=== Section Start ===
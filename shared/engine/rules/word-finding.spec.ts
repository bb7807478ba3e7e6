import { expect, test } from 'vitest';
import { runProgram } from '../testing/check-rule';
import { RULES } from './catalogue';
import { wordFinding } from './word-finding';

test('words every stored finding as the report does, from its figures alone', () => {
  for (const rule of RULES) {
    const { findings } = runProgram(rule.examples.bad, rule.examples.setup ?? {});
    for (const finding of JSON.parse(JSON.stringify(findings)) as typeof findings) {
      const { message, advice } = finding;
      expect(wordFinding(finding, 'both')).toEqual({ message, advice });
    }
  }
});

test('words lengths in the reader’s own unit', () => {
  const finding = {
    rule: 'too-long-for-pocket',
    data: { tool: 1, name: 'end mill', pocket: 2, gaugeLength: 190.5, longest: 190 },
  };
  expect(wordFinding(finding, 'mm').message).toBe(
    'T1 (end mill) is 190.5 mm long from the gauge line; pocket 2 takes 190 mm.',
  );
  expect(wordFinding(finding, 'inch').message).toBe(
    'T1 (end mill) is 7.5 in long from the gauge line; pocket 2 takes 7.48 in.',
  );
});

test('words folded findings, and says so of a rule it does not know', () => {
  expect(wordFinding({ rule: 'beyond-travel', data: { folded: 1 } }, 'mm').message).toBe(
    'There is 1 more finding of this kind that is not listed one by one.',
  );
  expect(wordFinding({ rule: 'gone', data: {} }, 'mm').message).toBe(
    'The rule gone is not known to this version.',
  );
});
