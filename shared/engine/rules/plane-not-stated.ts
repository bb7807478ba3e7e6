import type { Motion } from '../interpreter/events';
import { text } from './finding-data';
import { reportUnstated } from './mode-not-stated';
import { defineRule } from './rule';

/** An arc or a cycle before the plane is stated. */
export const planeNotStated = defineRule({
  id: 'plane-not-stated',
  group: 'state',
  title: 'The plane is not stated before the first arc or cycle',
  severity: 'note',
  protects: 'The first arc from being turned in another plane.',
  explanation:
    'None of G17, G18 and G19 stands before the first arc or canned cycle. Straight moves need no plane, so a program without arcs and cycles is silent.',
  examples: {
    bad: 'G21 G90 G54\nG0 X0 Y0\nG2 X10 Y10 I10 J0 F1000\nM30',
    good: 'G21 G90 G54 G17\nG0 X0 Y0\nG2 X10 Y10 I10 J0 F1000\nM30',
  },
  word: (data) => ({
    message: `An arc or a cycle runs without a plane having been stated; this controller would use ${text(data, 'plane').toUpperCase()} if nothing changed it.`,
    advice: 'Write G17 at the head of the program.',
  }),
  observe: (_shop, report) =>
    reportUnstated(
      report,
      'plane',
      needsPlane,
      (state) => ({ data: { plane: state.plane } }),
      'arcs',
    ),
});

function needsPlane(motion: Motion): boolean {
  return motion.kind === 'arc' || motion.by === 'cycle';
}
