import { LETTER } from '../blocks/block';
import { tellProblem, type Run } from './run';

/** Feed in mm/min, or the F word itself under G93; tells it once a block when there is none. */
export function feedOf(run: Run): number {
  const { machine, block } = run;
  if (machine.feedMode === 'inverse-time') {
    if (block.has(LETTER.F) && machine.feed > 0) return machine.feed;
    tellProblem(run, 'cut-no-feed', undefined, {
      reason: 'inverse-time',
      code: machine.motionMode,
    });
    return NaN;
  }
  const feed = machine.feedMode === 'per-revolution' ? machine.feed * machine.speed : machine.feed;
  if (!(feed > 0)) tellProblem(run, 'cut-no-feed', undefined, { code: machine.motionMode });
  return feed;
}
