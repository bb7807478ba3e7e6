import { test } from 'vitest';
import { checkRule } from '../testing/check-rule';
import { lengthOffsetOtherTool } from './length-offset-other-tool';

test('flags the H of another tool than the one in the spindle', () => {
  checkRule(
    lengthOffsetOtherTool,
    {},
    `
G21 G90 G54
T1 M6
T2
G43 H2 Z50
^^^^^^ length-offset-other-tool: H2 is applied with T1 (10 mm end mill) in the spindle.
M30
`,
  );
});

test('allows the own H with the next tool chosen ahead, H0, and an unknown tool', () => {
  checkRule(
    lengthOffsetOtherTool,
    { loading: { inSpindle: 'unknown' } },
    `
G21 G90 G54
G43 H3 Z-10
T1 M6
T2
G43 H1 Z50
G43 H0
M30
`,
  );
});

test('allows a second offset kept for the same tool, and the pocket’s number where T names pockets', () => {
  checkRule(
    lengthOffsetOtherTool,
    {
      controller: { toolWord: 'pocket' },
      loading: { pockets: [{ pocket: 3, tool: 5 }] },
      offsets: { length: { 3: 90, 25: 90 } },
    },
    `
G21 G90 G54
T3 M6
G43 H3 Z50
G43 H25 Z40
M30
`,
  );
});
=== Section End ===
▶ _Aim of the exercise_:
Your answer should be the data above, retyped exactly.

▶ _Exercise solution_:
filename shared/engine/rules/word-finding.spec.ts
repository bb7807478ba3e7e6
import { expect, test } from 'vitest';
import { runProgram } from '../testing/check-rule';
import { RULES } from './catalogue';
import { wordFinding } from './word-finding';

test('words every stored finding as the report does, from its figures alone', () => {
  for (const rule of RULES) {
    const { findings } = runProgram(rule.examples.bad, rule.examples.setup ?? {});
    for (const finding of JSON.parse(JSON.stringify(findings)) as typeof findings) {
      const { message, advice } = finding;
      expect(wordFinding(finding, 'both')).toEqual({ message, advice });
    }
  }
});

test('words lengths in the reader’s own unit', () => {
  const finding = {
    rule: 'too-long-for-pocket',
    data: { tool: 1, name: 'end mill', pocket: 2, gaugeLength: 190.5, longest: 190 },
  };
  expect(wordFinding(finding, 'mm').message).toBe(
    'T1 (end mill) is 190.5 mm long from the gauge line; pocket 2 takes 190 mm.',
  );
  expect(wordFinding(finding, 'inch').message).toBe(
    'T1 (end mill) is 7.5 in long from the gauge line; pocket 2 takes 7.48 in.',
  );
});

test('words folded findings, and says so of a rule it does not know', () => {
  expect(wordFinding({ rule: 'beyond-travel', data: { folded: 1 } }, 'mm').message).toBe(
    'There is 1 more finding of this kind that is not listed one by one.',
  );
  expect(wordFinding({ rule: 'gone', data: {} }, 'mm').message).toBe(
    'The rule gone is not known to this version.',
  );
});
filename shared/engine/rules/plane-not-stated.ts
repository bb7807478ba3e7e6
import type { Motion } from '../interpreter/events';
import { text } from './finding-data';
import { reportUnstated } from './mode-not-stated';
import { defineRule } from './rule';

/** An arc or a cycle before the plane is stated. */
export const planeNotStated = defineRule({
  id: 'plane-not-stated',
  group: 'state',
  title: 'The plane is not stated before the first arc or cycle',
  severity: 'note',
  protects: 'The first arc from being turned in another plane.',
  explanation:
    'None of G17, G18 and G19 stands before the first arc or canned cycle. Straight moves need no plane, so a program without arcs and cycles is silent.',
  examples: {
    bad: 'G21 G90 G54\nG0 X0 Y0\nG2 X10 Y10 I10 J0 F1000\nM30',
    good: 'G21 G90 G54 G17\nG0 X0 Y0\nG2 X10 Y10 I10 J0 F1000\nM30',
  },
  word: (data) => ({
    message: `An arc or a cycle runs without a plane having been stated; this controller would use ${text(data, 'plane').toUpperCase()} if nothing changed it.`,
    advice: 'Write G17 at the head of the program.',
  }),
  observe: (_shop, report) =>
    reportUnstated(
      report,
      'plane',
      needsPlane,
      (state) => ({ data: { plane: state.plane } }),
      'arcs',
    ),
});

function needsPlane(motion: Motion): boolean {
  return motion.kind === 'arc' || motion.by === 'cycle';
}
import { LETTER } from '../blocks/block';
import { tellProblem, type Run } from './run';

/** Feed in mm/min, or the F word itself under G93; tells it once a block when there is none. */
export function feedOf(run: Run): number {
  const { machine, block } = run;
  if (machine.feedMode === 'inverse-time') {
    if (block.has(LETTER.F) && machine.feed > 0) return machine.feed;
    tellProblem(run, 'cut-no-feed', undefined, {
      reason: 'inverse-time',
      code: machine.motionMode,
    });
    return NaN;
  }
  const feed = machine.feedMode === 'per-revolution' ? machine.feed * machine.speed : machine.feed;
  if (!(feed > 0)) tellProblem(run, 'cut-no-feed', undefined, { code: machine.motionMode });
  return feed;
}
repository bb7807478ba3e7e6
import { test } from 'vitest';
import { checkRule } from '../testing/check-rule';
import { lengthOffsetOtherTool } from './length-offset-other-tool';

test('flags the H of another tool than the one in the spindle', () => {
  checkRule(
    lengthOffsetOtherTool,
    {},
    `
G21 G90 G54
T1 M6
T2
G43 H2 Z50
^^^^^^ length-offset-other-tool: H2 is applied with T1 (10 mm end mill) in the spindle.
M30
`,
  );
});

test('allows the own H with the next tool chosen ahead, H0, and an unknown tool', () => {
  checkRule(
    lengthOffsetOtherTool,
    { loading: { inSpindle: 'unknown' } },
    `
G21 G90 G54
G43 H3 Z-10
T1 M6
T2
G43 H1 Z50
G43 H0
M30
`,
  );
});

test('allows a second offset kept for the same tool, and the pocket’s number where T names pockets', () => {
  checkRule(
    lengthOffsetOtherTool,
    {
      controller: { toolWord: 'pocket' },
      loading: { pockets: [{ pocket: 3, tool: 5 }] },
      offsets: { length: { 3: 90, 25: 90 } },
    },
    `
G21 G90 G54
T3 M6
G43 H3 Z50
G43 H25 Z40
M30
`,
  );
});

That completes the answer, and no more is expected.